The recent suggestion that we attempt to identify areas of mutual interest to scientists and magicians (Attention and awareness in stage magic: turning tricks into research. Nature Rev. Neurosci. 9, 871–879 (2008))1 is welcome. After several previous calls for a general psychology of magic or deception, and many preliminary attempts to provide one2,3,4,5,6,7,8,9, this more focused approach may have real potential. In order to move forward, however, it is important to be clear on what has been said previously.

For example, we need to be more aware that scientific interest in magic is far from new. After all, the suggestion that an article published in 2005 is “...the first study to have correlated the perception of magic with any physiological measurement” (Ref. 1), while perhaps true in the strictest sense, might give the impression that this is a recent area of interest. However, Alfred Binet was studying the perception of magic, and Joseph Jastrow was measuring the physiology of conjurors, back in the 1890s, and psychological interest has continued since2,3,4,5,6,7,8,9,10,11,12,13,14,15,16. Indeed, it is the fact that there has been so little progress despite several attempts to seek some sort of general theory that suggests a more focused approach would be more fruitful.

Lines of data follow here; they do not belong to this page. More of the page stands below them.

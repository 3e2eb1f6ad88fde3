"""All or nothing when interrupted (issue 9, item 3).

A real ``python -m firnline run`` subprocess is paused at a named point through the
test hook (``FIRNLINE_PAUSE_DIR``: the run announces ``P.reached`` and waits on the FIFO
``P.go``), sent SIGINT or SIGTERM (or SIGKILL), then released. The output folder must
then hold exactly the complete earlier set or exactly the complete new set, the message
must say which, and nothing of firnline's work may be left beside it.
"""

from __future__ import annotations

import json
import os
import signal
import subprocess
import sys
import time
from pathlib import Path

import pytest

from firnline.cli import main
from firnline.outdir import MANIFEST, PAUSE_ENV, lock_path

# point -> which set the folder must hold after SIGINT/SIGTERM there
POINTS = {
    "locked": "old",          # checks done, lock taken, nothing computed yet
    "writing": "old",         # the new set half written into the staging folder
    "staged": "old",          # the new set complete in staging, not yet swapped in
    "swapping": "new",        # inside the swap (signals held back): it completes, then stops
    "swapped": "new",         # swapped in, the earlier set not yet deleted
}


def start(cfg: Path, out: Path, pause: Path, point: str, warming: str) -> subprocess.Popen:
    pause.mkdir(exist_ok=True)
    os.mkfifo(pause / f"{point}.go")
    env = dict(os.environ, **{PAUSE_ENV: str(pause)})
    return subprocess.Popen([sys.executable, "-m", "firnline", "run", str(cfg), "--out", str(out),
                             "--warming", warming, "--quiet"], env=env, stdin=subprocess.DEVNULL,
                            stdout=subprocess.PIPE, stderr=subprocess.PIPE, text=True,
                            preexec_fn=lambda: signal.signal(signal.SIGINT, signal.SIG_DFL))


def wait_for(path: Path, proc: subprocess.Popen, timeout=180.0) -> None:
    t_end = time.monotonic() + timeout
    while not path.exists():
        if proc.poll() is not None:
            raise AssertionError(f"the run ended before {path.name}: {proc.stderr.read()}")
        if time.monotonic() > t_end:
            proc.kill()
            raise AssertionError(f"{path.name} never reached")
        time.sleep(0.02)


def release(pause: Path, point: str, proc: subprocess.Popen) -> None:
    """Let a paused run go on: write into its FIFO once it reads it (unless it has ended)."""
    t_end = time.monotonic() + 60
    while True:
        try:
            fd = os.open(pause / f"{point}.go", os.O_WRONLY | os.O_NONBLOCK)
        except OSError:          # ENXIO: the run is not (or no longer) reading the FIFO
            if proc.poll() is not None or time.monotonic() > t_end:
                return
            time.sleep(0.02)
            continue
        os.write(fd, b"go")
        os.close(fd)
        return


@pytest.fixture(scope="module")
def earlier(builders, tmp_path_factory):
    """A case and the complete earlier set (a run at 0 K) and the complete new set (+1 K)."""
    base = tmp_path_factory.mktemp("interrupt")
    cfg = builders.folder_case(base)
    old = base / "old_set"
    new = base / "new_set"
    assert main(["run", str(cfg), "--out", str(old), "--quiet"]) == 0
    assert main(["run", str(cfg), "--out", str(new), "--warming", "1", "--quiet"]) == 0
    return cfg, old, new


def same_set(builders, folder: Path, reference: Path) -> bool:
    """Same file names and the same tables (maps and run.json carry times, so compare what is fixed)."""
    a, b = builders.snapshot(folder), builders.snapshot(reference)
    if set(a) != set(b):
        return False
    for name in ("summary.csv", "profiles.csv", "balanced_budget.csv"):
        if a[name] != b[name]:
            return False
    return (json.loads(a["run.json"])["scenario"] == json.loads(b["run.json"])["scenario"]
            and set(json.loads(a[MANIFEST])["files"]) == set(json.loads(b[MANIFEST])["files"]))


@pytest.mark.parametrize("sig", [signal.SIGINT, signal.SIGTERM], ids=["SIGINT", "SIGTERM"])
@pytest.mark.parametrize("point", list(POINTS))
def test_interrupted_run_leaves_the_old_or_the_new_set_complete(builders, earlier, tmp_path, point, sig):
    cfg, old, new = earlier
    out = tmp_path / "out"
    assert main(["run", str(cfg), "--out", str(out), "--quiet"]) == 0      # the earlier set
    pause = tmp_path / "pause"
    proc = start(cfg, out, pause, point, "1")
    wait_for(pause / f"{point}.reached", proc)
    proc.send_signal(sig)
    release(pause, point, proc)
    _, err = proc.communicate(timeout=180)
    assert proc.returncode == 128 + sig, err
    assert "Traceback" not in err
    lines = [ln for ln in err.strip().splitlines() if ln.strip()]
    assert len(lines) == 1, err
    expect = POINTS[point]
    if expect == "old":
        assert same_set(builders, out, old), sorted(builders.snapshot(out))
        assert "still holds the earlier outputs" in lines[0]
    else:
        assert same_set(builders, out, new), sorted(builders.snapshot(out))
        assert "holds the new set" in lines[0]
    assert builders.work_entries(out) == []
    assert not lock_path(out).exists()


@pytest.mark.parametrize("sig", [signal.SIGINT, signal.SIGTERM], ids=["SIGINT", "SIGTERM"])
def test_interrupted_first_run_writes_nothing(builders, earlier, tmp_path, sig):
    cfg, _, _ = earlier
    out = tmp_path / "fresh"
    pause = tmp_path / "pause"
    proc = start(cfg, out, pause, "staged", "0")
    wait_for(pause / "staged.reached", proc)
    proc.send_signal(sig)
    release(pause, "staged", proc)
    _, err = proc.communicate(timeout=180)
    assert proc.returncode == 128 + sig
    assert "no output was written" in err and "Traceback" not in err
    assert not out.exists() and builders.work_entries(out) == []


@pytest.mark.parametrize("point", ["writing", "swapping", "swapped"])
def test_sigkill_leftovers_are_cleared_by_the_next_run(builders, earlier, tmp_path, point):
    cfg, old, new = earlier
    out = tmp_path / "out"
    assert main(["run", str(cfg), "--out", str(out), "--quiet"]) == 0
    pause = tmp_path / "pause"
    proc = start(cfg, out, pause, point, "1")
    wait_for(pause / f"{point}.reached", proc)
    proc.kill()
    proc.communicate(timeout=60)
    # a killed run leaves either complete set in place (never a mixture) ...
    assert same_set(builders, out, old) or same_set(builders, out, new)
    assert same_set(builders, out, new) == (point == "swapped")
    # ... and work entries (staging, the earlier set, its lock) that the next run clears
    assert builders.work_entries(out)
    assert main(["run", str(cfg), "--out", str(out), "--warming", "1", "--quiet"]) == 0
    assert same_set(builders, out, new) and builders.work_entries(out) == []


@pytest.mark.parametrize("workers", [1, 2], ids=["in-process", "LocalCluster"])
def test_interrupted_tiled_run_leaves_the_old_set_complete(builders, earlier, tmp_path, workers):
    """SIGINT after the first of two units (tile_size 16 on the 20 x 10 case): the earlier set stays."""
    cfg, old, _ = earlier
    tiled = builders.folder_case(tmp_path / "case", compute={"tile_size": 16, "workers": workers})
    out = tmp_path / "out"
    assert main(["run", str(cfg), "--out", str(out), "--quiet"]) == 0      # the earlier set
    pause = tmp_path / "pause"
    proc = start(tiled, out, pause, "unit", "1")
    wait_for(pause / "unit.reached", proc)
    proc.send_signal(signal.SIGINT)
    release(pause, "unit", proc)
    _, err = proc.communicate(timeout=180)
    assert proc.returncode == 128 + signal.SIGINT, err
    assert "Traceback" not in err and "still holds the earlier outputs" in err
    assert len([ln for ln in err.strip().splitlines() if ln.strip()]) == 1, err
    assert same_set(builders, out, old), sorted(builders.snapshot(out))
    assert builders.work_entries(out) == [] and not lock_path(out).exists()
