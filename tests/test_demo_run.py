"""The demo end to end: `firnline demo DIR`, then `firnline run` on it."""

from __future__ import annotations

from pathlib import Path

import pandas as pd
import rasterio

from firnline.cli import main
from firnline.demo import demo_config_text

REPO = Path(__file__).resolve().parents[1]


def test_repo_config_is_the_packaged_demo_config():
    """configs/demo.toml is src/firnline/demo.toml with paths into ../demo_dem/ (regenerate with
    firnline.demo.write_repo_config('configs/demo.toml'))."""
    assert (REPO / "configs" / "demo.toml").read_text() == demo_config_text("../demo_dem/", "../out")


def test_demo_command_then_run_writes_every_file_on_the_dem_grid(tmp_path):
    folder = tmp_path / "demo"
    assert main(["demo", str(folder), "--quiet"]) == 0
    cfg = folder / "demo.toml"
    text = cfg.read_text().replace('# start = "2016-10-01"', 'start = "2016-10-01"')
    text = text.replace('# end = "2024-09-30"', 'end = "2018-09-30"')      # a shortened period
    cfg.write_text(text)
    out = tmp_path / "out"
    assert main(["run", str(cfg), "--out", str(out), "--quiet"]) == 0
    s = pd.read_csv(out / "summary.csv")
    s = s[s.glacier != "all_glaciers"]          # the area-weighted rows over every glacier (issue 15)
    assert sorted(s.balance_year.unique()) == [2017, 2018]
    assert set(s.glacier) == {"north_seldra", "kessel", "tarn"}
    expected = {"summary.csv", "profiles.csv", "mean_annual_balance.tif", "run.json", "balance.nc",
                "glacier_id.tif", "balanced_budget.csv"}
    for y in (2017, 2018):
        expected |= {f"{p}_{y}.tif" for p in ("annual_balance", "winter_balance", "summer_balance",
                                              "accumulation", "ablation")}
    names = {p.name for p in out.iterdir()}
    assert expected <= names, expected - names
    with rasterio.open(folder / "dem.tif") as dem:
        for name in sorted(n for n in names if n.endswith(".tif")):
            with rasterio.open(out / name) as t:
                assert (t.crs, t.transform, t.shape) == (dem.crs, dem.transform, dem.shape), name
    # plausibility of the invented demo (a mid-latitude glacier; issue 2, item 9)
    assert s.annual_balance_mwe.between(-3, 1.5).all()
    assert (s.ela_flag == "ok").mean() >= 0.5
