@pytest.mark.parametrize("method", [Method.DEGREE_DAY, Method.RADIATION])
def test_chunked_kernel_equals_the_previous_kernel(builders, method, monkeypatch):
    """Equal within 1e-6 relative (values under 1e-3 mm: within 1e-9 mm) on every per-season
    sum, the snow at year ends and the cumulative snapshots; cells cross chunk and (with a
    small group size) parallel-call boundaries."""
    monkeypatch.setattr(K, "GROUP_CELLS", 300)
    z, ice, T, P, month, doy, year, winter, table = relief_case()
    p = builders.kernel_params(**PARAMS, method=method)
    snaps = [0, 45, 365, 366, 700, T.size]
    ref_sums, ref_snow, ref_snaps = reference(z, ice, 1200.0, T, P, month, doy, year, winter, p,
                                              SCENARIOS.warming_k, SCENARIOS.precip_scale, table, snaps)
    r = run_kernel(Cells(z, ice, table), Calendar(month, doy, year, winter), StationForcing(T, P, 1200.0),
                   p, SCENARIOS, snapshot_days=snaps)
    new = [r.acc_winter, r.snow_melt_winter, r.ice_melt_winter, r.acc_summer, r.snow_melt_summer,
           r.ice_melt_summer]
    for k in range(6):
        np.testing.assert_allclose(new[k], ref_sums[k], rtol=1e-6, atol=1e-9)
    np.testing.assert_allclose(r.snow_end, ref_snow, rtol=1e-6, atol=1e-9)
    np.testing.assert_allclose(r.snapshots, ref_snaps, rtol=1e-6, atol=1e-9)
    # the case exercises every branch of the old code: snow that outlasts the summer and snow
    # that is gone, melt of ice under snow-free days, rain-on-snow temperatures
    assert ref_sums[5].max() > 100 and (ref_snow[0, -1] == 0).any() and (ref_snow[0, -1] > 100).any()
    assert (ref_sums[5][0, -1, ice] == 0).any() and (ref_sums[5][0, -1, ice] > 0).any()
    assert np.all(r.ice_melt_summer[..., ~ice] == 0)


def test_results_are_named(builders):
    z, ice, T, P, month, doy, year, winter, _ = relief_case(n_cells=40, n_years=2)
    p = builders.kernel_params(**PARAMS)
    r = run_kernel(Cells(z, ice), Calendar(month, doy, year, winter), StationForcing(T, P, 1200.0), p)
    np.testing.assert_array_equal(r.season_sum(Flux.SNOWFALL, Season.WINTER), r.acc_winter)
    np.testing.assert_array_equal(r.season_sum(Flux.RAIN, Season.SUMMER), r.rain_summer)
    np.testing.assert_array_equal(r.year_sum(Flux.ICE_MELT), r.ice_melt_winter + r.ice_melt_summer)
    assert r.sums.shape == (len(Season), len(Flux), 1, 2, 40)
    assert r.state_final.shape == (len(State), 1, 40)
    np.testing.assert_array_equal(r.state_final[State.SNOW].astype("float32"), r.snow_end[:, -1, :])
    assert not r.state_final[[State.FIRN, State.LIQUID, State.COLD_CONTENT]].any()


def test_rain_plus_snowfall_is_the_cells_precipitation(builders):
    """Precipitation partition conserves mass: snowfall + rain = P_station * factor *
    (1 + gradient dz) * scale, summed over the year (common practice)."""
    z, ice, T, P, month, doy, year, winter, _ = relief_case(n_cells=60, n_years=1)
    p = builders.kernel_params(**PARAMS)
    scen = Scenarios.uniform([0.0, 2.0], [0.0, -25.0])
    r = run_kernel(Cells(z, ice), Calendar(month, doy, year, winter), StationForcing(T, P, 1200.0), p, scen)
    orog = 1.15 * np.maximum(0.0, 1.0 + 0.0004 * (z - 1200.0))
    total = P.sum() * orog * np.array([1.0, 0.75])[:, None]
    np.testing.assert_allclose((r.year_sum(Flux.SNOWFALL) + r.year_sum(Flux.RAIN))[:, 0], total, rtol=1e-6)
    assert r.year_sum(Flux.RAIN).min() > 0 and r.year_sum(Flux.SNOWFALL).min() > 0


class StationAtCells:
    """Cell-mode forcing built from a station record (what a gridded source would hand in)."""

    def __init__(self, z, z_station, T, P, month, p):
        self.dz = z - z_station
        self.orog = p.precip_factor * np.maximum(0.0, 1.0 + p.precip_gradient_per_m * self.dz)
        self.lapse = np.asarray(p.lapse_rate_k_per_m)[month - 1]
        self.T, self.P = T, P
        self.calls = []

    def block(self, a, b):
        self.calls.append((a, b))
        t = self.T[a:b, None] + self.lapse[a:b, None] * self.dz[None, :]
        p = self.P[a:b, None] * self.orog[None, :]
        return t.astype("float32"), p.astype("float32")


@pytest.mark.parametrize("method", [Method.DEGREE_DAY, Method.RADIATION])
def test_cell_mode_equals_station_mode(builders, method, monkeypatch):
    """Forcing handed in at the cells gives the station-mode result to float32 rounding of the
    forcing; the kernel pulls the days in order, one bounded block at a time, and the result
    does not depend on where the blocks cut the years (bit for bit)."""
    z, ice, T, P, month, doy, year, winter, table = relief_case(n_cells=K.CHUNK_CELLS + 5, n_years=2)
    p = builders.kernel_params(**PARAMS, method=method)
    cal = Calendar(month, doy, year, winter)
    station = run_kernel(Cells(z, ice, table), cal, StationForcing(T, P, 1200.0), p, SCENARIOS)
    src = StationAtCells(z, 1200.0, T, P, month, p)
    cell = run_kernel(Cells(z, ice, table), cal, src, p, SCENARIOS)
    for name in ("acc_winter", "acc_summer", "snow_melt_winter", "snow_melt_summer", "ice_melt_winter",
                 "ice_melt_summer", "rain_summer", "swe_end"):
        np.testing.assert_allclose(getattr(cell, name), getattr(station, name), rtol=2e-5, atol=2e-3)
    starts = [a for a, _ in src.calls]
    assert starts[0] == 0 and src.calls[-1][1] == T.size
    assert all(b0 == a1 for (_, b0), (a1, _) in zip(src.calls[:-1], src.calls[1:]))
    assert max(b - a for a, b in src.calls) <= K.CELL_BLOCK_DAYS < T.size
    monkeypatch.setattr(K, "CELL_BLOCK_DAYS", 7)
    src7 = StationAtCells(z, 1200.0, T, P, month, p)
    cell7 = run_kernel(Cells(z, ice, table), cal, src7, p, SCENARIOS, snapshot_days=[0, 30, 400])
    assert max(b - a for a, b in src7.calls) == 7
    np.testing.assert_array_equal(cell7.sums, cell.sums)
    np.testing.assert_array_equal(cell7.snow_end, cell.snow_end)


@pytest.mark.parametrize("mode", ["station", "cells"])
@pytest.mark.parametrize("edges", [[0, 1, 2, 3], [0, 2, 3]])
def test_blocks_of_years_equal_one_pass_over_the_record(builders, mode, edges):
    """run_kernel_years cut at balance-year edges (state, firn layers, cumulative balance and the
    chunks' work buffers carried from block to block) gives every per-year value, the daily sums,
    the storage at each block's start, the final state and the snapshots of one run_kernel call
    bit for bit, with refreezing and firn layers on."""
    z, ice, T, P, month, doy, year, winter, table = relief_case(n_cells=K.CHUNK_CELLS + 41, n_years=3)
    p = builders.kernel_params(**PARAMS, refreezing="cold-content", firn_years=2)
    cal = Calendar(month, doy, year, winter)
    cells = Cells(z, ice, table, region=(np.arange(z.size) % 3 == 0).astype(np.int32),
                  area_m2=np.full(z.size, 900.0), n_glaciers=1)

    def forcing():
        return StationForcing(T, P, 1200.0) if mode == "station" else StationAtCells(z, 1200.0, T, P, month, p)
    snaps = [0, 30, 400, T.size]
    one = run_kernel(cells, cal, forcing(), p, SCENARIOS, snapshot_days=snaps)
    blocks = list(K.run_kernel_years(cells, cal, forcing(), p, SCENARIOS, snapshot_days=snaps, year_edges=edges))
    assert [b.first_year for b in blocks] == edges[:-1]
    for name in ("sums", "snow_end", "firn_end", "storage_end"):
        axis = 3 if name == "sums" else 1
        np.testing.assert_array_equal(np.concatenate([getattr(b, name) for b in blocks], axis=axis),
                                      getattr(one, name), err_msg=name)
    assert one.sums[:, Flux.REFREEZING].max() > 0 and one.firn_end.max() > 0
    np.testing.assert_allclose(np.concatenate([b.daily for b in blocks], axis=1), one.daily, rtol=1e-12, atol=1e-9)
    for b in blocks:
        start = one.storage_start if b.first_year == 0 else one.storage_end[:, b.first_year - 1]
        np.testing.assert_array_equal(b.storage_start, start)
        np.testing.assert_array_equal(b.year_days, one.year_days[b.first_year:b.first_year + b.sums.shape[3]])
    np.testing.assert_array_equal(blocks[-1].state_final, one.state_final)
    np.testing.assert_array_equal(blocks[1].state_initial, blocks[0].state_final)
    np.testing.assert_array_equal(blocks[-1].snapshots, one.snapshots)
    assert all(b.snapshots is None for b in blocks[:-1])
    with pytest.raises(ValueError, match="year_edges"):
        next(K.run_kernel_years(cells, cal, forcing(), p, year_edges=[0, 2, 2, 3]))


def test_cell_mode_rejects_a_block_of_the_wrong_shape(builders):
    z, ice, _, _, month, doy, year, winter, _ = relief_case(n_cells=10, n_years=1)

    class Short:
        def block(self, a, b):
            return np.zeros((b - a, 9), "float32"), np.zeros((b - a, 9), "float32")
    with pytest.raises(ValueError, match="must return two"):
        run_kernel(Cells(z, ice), Calendar(month, doy, year, winter), Short(), builders.kernel_params(**PARAMS))


def test_twelve_equal_monthly_changes_are_the_uniform_change_bit_for_bit(builders):
    z, ice, T, P, month, doy, year, winter, _ = relief_case(n_cells=80, n_years=2)
    args = (Cells(z, ice), Calendar(month, doy, year, winter), StationForcing(T, P, 1200.0),
            builders.kernel_params(**PARAMS))
    uniform = run_kernel(*args, Scenarios.uniform([0.0, 1.3, 2.7], [0.0, 7.0, -12.5]))
    monthly = run_kernel(*args, Scenarios.monthly(np.repeat([[0.0], [1.3], [2.7]], 12, axis=1),
                                                  np.repeat([[0.0], [7.0], [-12.5]], 12, axis=1)))
    np.testing.assert_array_equal(monthly.sums, uniform.sums)
    np.testing.assert_array_equal(monthly.snow_end, uniform.snow_end)


def test_summer_only_warming_leaves_the_first_winter_unchanged(builders):
    """Warming in May..September only: the first winter (October..April) is the same bit for
    bit, the year melts more."""
    z, ice, T, P, month, doy, year, winter, _ = relief_case(n_cells=80, n_years=2)
    args = (Cells(z, ice), Calendar(month, doy, year, winter), StationForcing(T, P, 1200.0),
            builders.kernel_params(**PARAMS))
    warm = np.zeros((2, 12))
    warm[1, 4:9] = 2.0
    r = run_kernel(*args, Scenarios.monthly(warm, np.zeros((2, 12))))
    np.testing.assert_array_equal(r.sums[Season.WINTER, :, 1, 0], r.sums[Season.WINTER, :, 0, 0])
    melt = r.year_sum(Flux.SNOW_MELT) + r.year_sum(Flux.ICE_MELT)
    assert melt[1, 0].sum() > 1.05 * melt[0, 0].sum()


def test_scenarios_are_checked():
    with pytest.raises(ValueError, match="below -100"):
        Scenarios.uniform([0.0], [-101.0])
    with pytest.raises(ValueError, match="one value per scenario"):
        Scenarios.uniform([0.0, 1.0], [0.0])
    with pytest.raises(ValueError, match=r"\(n_scen, 12\)"):
        Scenarios(np.zeros((1, 11)), np.ones((1, 11)))


_OTHER_BUILD = """
import pickle, sys
import numba
features = numba.config.CPU_FEATURES       # numba's own, before firnline is imported
from firnline.kernel import run_kernel
args = pickle.load(open(sys.argv[1], "rb"))
r = run_kernel(*args, daily=True)
pickle.dump((numba.config.CPU_NAME, features == numba.config.CPU_FEATURES, r.sums, r.state_final, r.snow_end,
             r.daily), open(sys.argv[2], "wb"))
"""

Similarly, we need to be clear on precisely what is new. For example, the authors provide a comprehensive and systematic list of conjuring effects and their methodological strategies, in which they state that they “...adopt Lamont and Wiseman's classification of conjuring or magic effects into nine categories” (Ref. 1). However, it is not merely the list of nine categories but the full systematic breakdown of methodological strategies that was provided in Lamont and Wiseman8. If we are clear about what has been said before, we can recognise what progress has been made.

This is at least as important when describing past scientific work.

While the authors rightly see change and inattentional blindness as an area of mutual interest to scientists and magicians, they exaggerate the current state of scientific knowledge. They state that dramatic changes in a visual scene will go unnoticed “...even when people are looking right at the changes”, and that, in relation to the well-publicized study of inattentional blindness by Simons and Chabris17, “...observers did not notice the gorilla even when they were looking directly at it.” However, there is currently no strong evidence that observers fail to notice either changes or salient objects in the scene while looking directly at the changes or objects themselves. On the contrary, what the current evidence shows is that observers are not attending to what they do not notice, and that when they are looking at a changing object, they notice the change18.

The scientific study of magic has the potential to provide genuine insight through the development of specific areas of mutual interest via collaboration with experts in conjuring. With a proper awareness of prior work and present knowledge, we can identify those areas in which new insight can be gained.